Source material
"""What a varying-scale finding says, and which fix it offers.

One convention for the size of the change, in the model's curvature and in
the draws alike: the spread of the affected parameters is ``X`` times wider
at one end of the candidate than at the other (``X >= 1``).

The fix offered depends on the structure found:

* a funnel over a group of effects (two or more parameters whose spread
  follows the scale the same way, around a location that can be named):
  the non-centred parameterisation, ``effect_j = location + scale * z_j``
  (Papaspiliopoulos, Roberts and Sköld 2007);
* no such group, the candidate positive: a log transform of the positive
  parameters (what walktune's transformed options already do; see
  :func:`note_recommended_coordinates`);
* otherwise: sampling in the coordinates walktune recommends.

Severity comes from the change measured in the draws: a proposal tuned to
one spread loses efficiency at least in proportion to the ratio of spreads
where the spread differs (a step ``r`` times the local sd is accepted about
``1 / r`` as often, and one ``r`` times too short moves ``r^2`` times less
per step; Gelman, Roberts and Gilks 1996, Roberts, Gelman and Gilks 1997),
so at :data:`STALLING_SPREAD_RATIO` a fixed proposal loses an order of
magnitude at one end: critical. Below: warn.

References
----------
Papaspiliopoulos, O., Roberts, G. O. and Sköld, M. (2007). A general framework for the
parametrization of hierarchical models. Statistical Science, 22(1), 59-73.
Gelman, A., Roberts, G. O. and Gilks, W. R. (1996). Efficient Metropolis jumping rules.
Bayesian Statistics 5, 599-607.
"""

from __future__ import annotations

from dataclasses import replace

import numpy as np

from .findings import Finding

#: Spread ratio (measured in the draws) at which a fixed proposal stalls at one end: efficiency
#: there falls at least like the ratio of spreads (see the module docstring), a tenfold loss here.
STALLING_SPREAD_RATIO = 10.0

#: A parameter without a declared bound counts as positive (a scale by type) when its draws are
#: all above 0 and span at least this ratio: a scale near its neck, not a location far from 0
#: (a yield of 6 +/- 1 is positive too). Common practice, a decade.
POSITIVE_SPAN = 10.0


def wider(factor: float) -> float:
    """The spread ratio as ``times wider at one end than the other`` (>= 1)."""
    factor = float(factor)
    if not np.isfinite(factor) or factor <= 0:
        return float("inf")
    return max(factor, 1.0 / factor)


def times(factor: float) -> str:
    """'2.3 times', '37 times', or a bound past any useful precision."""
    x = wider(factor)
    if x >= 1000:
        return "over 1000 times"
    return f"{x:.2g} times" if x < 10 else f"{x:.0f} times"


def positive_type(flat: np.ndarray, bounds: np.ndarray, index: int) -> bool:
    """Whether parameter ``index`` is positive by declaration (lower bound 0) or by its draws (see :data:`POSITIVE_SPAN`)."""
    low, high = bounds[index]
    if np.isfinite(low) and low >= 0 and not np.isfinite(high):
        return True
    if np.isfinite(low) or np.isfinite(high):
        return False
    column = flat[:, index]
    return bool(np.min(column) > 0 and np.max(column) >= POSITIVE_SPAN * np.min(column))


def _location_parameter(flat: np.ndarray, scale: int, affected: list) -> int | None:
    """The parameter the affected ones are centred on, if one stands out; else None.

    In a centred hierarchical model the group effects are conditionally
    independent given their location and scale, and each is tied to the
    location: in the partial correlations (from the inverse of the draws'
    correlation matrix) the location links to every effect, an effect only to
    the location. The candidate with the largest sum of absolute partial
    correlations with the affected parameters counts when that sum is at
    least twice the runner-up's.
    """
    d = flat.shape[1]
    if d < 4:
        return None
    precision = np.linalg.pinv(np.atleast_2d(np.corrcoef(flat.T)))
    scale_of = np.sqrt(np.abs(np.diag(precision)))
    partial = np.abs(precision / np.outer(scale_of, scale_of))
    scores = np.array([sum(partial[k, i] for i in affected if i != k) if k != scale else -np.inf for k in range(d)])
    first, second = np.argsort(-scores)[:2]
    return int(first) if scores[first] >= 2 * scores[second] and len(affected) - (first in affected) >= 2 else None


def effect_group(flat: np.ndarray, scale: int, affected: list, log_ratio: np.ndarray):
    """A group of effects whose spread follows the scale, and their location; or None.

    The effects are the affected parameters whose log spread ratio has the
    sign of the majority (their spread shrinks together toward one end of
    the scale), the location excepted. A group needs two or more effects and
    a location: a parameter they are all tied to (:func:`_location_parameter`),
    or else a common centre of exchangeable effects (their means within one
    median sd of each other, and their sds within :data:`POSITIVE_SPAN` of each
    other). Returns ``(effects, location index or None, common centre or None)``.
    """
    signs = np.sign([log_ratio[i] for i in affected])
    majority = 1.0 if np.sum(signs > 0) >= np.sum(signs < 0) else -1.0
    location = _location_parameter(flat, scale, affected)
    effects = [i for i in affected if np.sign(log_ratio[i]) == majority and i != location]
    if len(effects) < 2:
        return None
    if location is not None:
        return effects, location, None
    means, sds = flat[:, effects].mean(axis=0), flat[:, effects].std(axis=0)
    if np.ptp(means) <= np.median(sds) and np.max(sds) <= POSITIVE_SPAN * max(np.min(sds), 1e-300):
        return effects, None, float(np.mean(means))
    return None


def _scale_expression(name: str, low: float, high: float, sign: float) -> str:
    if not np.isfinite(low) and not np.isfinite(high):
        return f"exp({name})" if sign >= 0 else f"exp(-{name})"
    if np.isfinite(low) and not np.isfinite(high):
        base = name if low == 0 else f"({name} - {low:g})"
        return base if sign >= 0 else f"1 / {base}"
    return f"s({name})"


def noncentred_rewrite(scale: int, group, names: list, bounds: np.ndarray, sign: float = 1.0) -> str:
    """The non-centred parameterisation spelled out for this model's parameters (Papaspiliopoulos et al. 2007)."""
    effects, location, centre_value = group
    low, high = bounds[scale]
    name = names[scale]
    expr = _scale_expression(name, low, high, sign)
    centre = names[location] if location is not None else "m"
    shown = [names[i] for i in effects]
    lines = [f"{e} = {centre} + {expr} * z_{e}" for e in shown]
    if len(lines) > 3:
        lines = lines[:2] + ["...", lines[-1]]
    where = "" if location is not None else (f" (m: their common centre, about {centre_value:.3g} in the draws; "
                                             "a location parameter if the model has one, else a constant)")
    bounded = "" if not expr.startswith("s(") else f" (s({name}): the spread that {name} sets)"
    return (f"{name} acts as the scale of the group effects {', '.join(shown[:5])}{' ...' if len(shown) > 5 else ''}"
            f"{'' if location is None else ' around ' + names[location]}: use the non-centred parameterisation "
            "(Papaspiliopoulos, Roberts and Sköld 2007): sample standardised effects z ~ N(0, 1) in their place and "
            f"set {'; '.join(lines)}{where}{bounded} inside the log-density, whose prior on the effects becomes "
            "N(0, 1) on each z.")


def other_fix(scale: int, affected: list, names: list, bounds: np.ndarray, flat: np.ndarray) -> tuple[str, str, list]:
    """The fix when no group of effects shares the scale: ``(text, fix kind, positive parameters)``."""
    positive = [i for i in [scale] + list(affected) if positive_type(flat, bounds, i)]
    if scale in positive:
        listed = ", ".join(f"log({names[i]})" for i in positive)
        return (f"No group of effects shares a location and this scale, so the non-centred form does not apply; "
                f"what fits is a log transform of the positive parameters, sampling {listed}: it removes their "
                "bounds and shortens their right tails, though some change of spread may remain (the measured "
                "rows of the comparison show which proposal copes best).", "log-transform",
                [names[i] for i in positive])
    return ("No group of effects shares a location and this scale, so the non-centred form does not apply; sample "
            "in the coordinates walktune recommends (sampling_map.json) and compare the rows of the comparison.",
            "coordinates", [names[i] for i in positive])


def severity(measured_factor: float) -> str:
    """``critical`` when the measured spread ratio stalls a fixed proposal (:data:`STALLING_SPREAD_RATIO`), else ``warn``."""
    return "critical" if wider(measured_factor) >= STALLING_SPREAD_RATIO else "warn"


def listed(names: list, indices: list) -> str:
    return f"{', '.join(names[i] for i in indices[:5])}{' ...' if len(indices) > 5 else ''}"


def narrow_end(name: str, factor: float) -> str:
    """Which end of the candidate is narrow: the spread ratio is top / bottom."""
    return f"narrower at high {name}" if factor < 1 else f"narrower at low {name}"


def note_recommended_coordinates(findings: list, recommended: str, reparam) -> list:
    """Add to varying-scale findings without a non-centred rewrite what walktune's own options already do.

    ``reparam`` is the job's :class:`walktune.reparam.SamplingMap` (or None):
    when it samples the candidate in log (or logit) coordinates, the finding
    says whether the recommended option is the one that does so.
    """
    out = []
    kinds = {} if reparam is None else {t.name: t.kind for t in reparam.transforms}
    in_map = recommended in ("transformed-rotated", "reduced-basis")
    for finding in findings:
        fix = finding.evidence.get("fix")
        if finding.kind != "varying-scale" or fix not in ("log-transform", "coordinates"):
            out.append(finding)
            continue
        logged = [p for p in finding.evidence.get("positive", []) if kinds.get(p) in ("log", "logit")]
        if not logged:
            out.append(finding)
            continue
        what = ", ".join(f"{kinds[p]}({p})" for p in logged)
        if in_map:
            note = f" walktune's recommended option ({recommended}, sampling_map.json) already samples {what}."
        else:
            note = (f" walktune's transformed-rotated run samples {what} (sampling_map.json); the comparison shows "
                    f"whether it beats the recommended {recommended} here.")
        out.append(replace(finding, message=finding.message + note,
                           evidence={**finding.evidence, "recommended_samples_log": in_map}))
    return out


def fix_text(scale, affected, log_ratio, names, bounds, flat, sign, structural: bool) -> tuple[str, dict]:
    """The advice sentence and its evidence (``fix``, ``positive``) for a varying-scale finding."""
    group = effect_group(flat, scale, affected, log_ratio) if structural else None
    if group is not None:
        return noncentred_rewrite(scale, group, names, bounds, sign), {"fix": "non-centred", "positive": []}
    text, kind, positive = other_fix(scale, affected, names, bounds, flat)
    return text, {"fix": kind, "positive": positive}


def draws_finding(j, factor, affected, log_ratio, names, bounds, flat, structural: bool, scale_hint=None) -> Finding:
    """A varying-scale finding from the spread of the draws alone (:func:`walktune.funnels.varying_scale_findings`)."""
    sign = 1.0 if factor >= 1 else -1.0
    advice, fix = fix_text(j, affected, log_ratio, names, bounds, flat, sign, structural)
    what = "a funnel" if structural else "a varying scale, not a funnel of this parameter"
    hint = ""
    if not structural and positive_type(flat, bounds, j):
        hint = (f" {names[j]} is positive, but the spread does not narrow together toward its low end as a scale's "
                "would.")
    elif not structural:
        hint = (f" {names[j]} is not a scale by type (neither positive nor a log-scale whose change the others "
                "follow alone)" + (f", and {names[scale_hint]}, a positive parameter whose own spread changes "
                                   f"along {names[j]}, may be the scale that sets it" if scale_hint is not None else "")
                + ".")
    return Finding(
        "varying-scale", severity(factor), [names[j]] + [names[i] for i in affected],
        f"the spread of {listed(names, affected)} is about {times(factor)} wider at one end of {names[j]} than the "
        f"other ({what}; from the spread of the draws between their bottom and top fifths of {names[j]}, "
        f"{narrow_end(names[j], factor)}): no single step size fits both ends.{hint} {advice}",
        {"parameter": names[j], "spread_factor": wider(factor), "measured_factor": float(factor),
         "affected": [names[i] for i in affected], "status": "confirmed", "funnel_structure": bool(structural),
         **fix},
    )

To do
Look above for the line holding "or else a common", then set down exactly that line and every line after it up to and including the line holding "base = name", with nothing else.

Expected answer
    or else a common centre of exchangeable effects (their means within one
    median sd of each other, and their sds within :data:`POSITIVE_SPAN` of each
    other). Returns ``(effects, location index or None, common centre or None)``.
    """
    signs = np.sign([log_ratio[i] for i in affected])
    majority = 1.0 if np.sum(signs > 0) >= np.sum(signs < 0) else -1.0
    location = _location_parameter(flat, scale, affected)
    effects = [i for i in affected if np.sign(log_ratio[i]) == majority and i != location]
    if len(effects) < 2:
        return None
    if location is not None:
        return effects, location, None
    means, sds = flat[:, effects].mean(axis=0), flat[:, effects].std(axis=0)
    if np.ptp(means) <= np.median(sds) and np.max(sds) <= POSITIVE_SPAN * max(np.min(sds), 1e-300):
        return effects, None, float(np.mean(means))
    return None


def _scale_expression(name: str, low: float, high: float, sign: float) -> str:
    if not np.isfinite(low) and not np.isfinite(high):
        return f"exp({name})" if sign >= 0 else f"exp(-{name})"
    if np.isfinite(low) and not np.isfinite(high):
        base = name if low == 0 else f"({name} - {low:g})"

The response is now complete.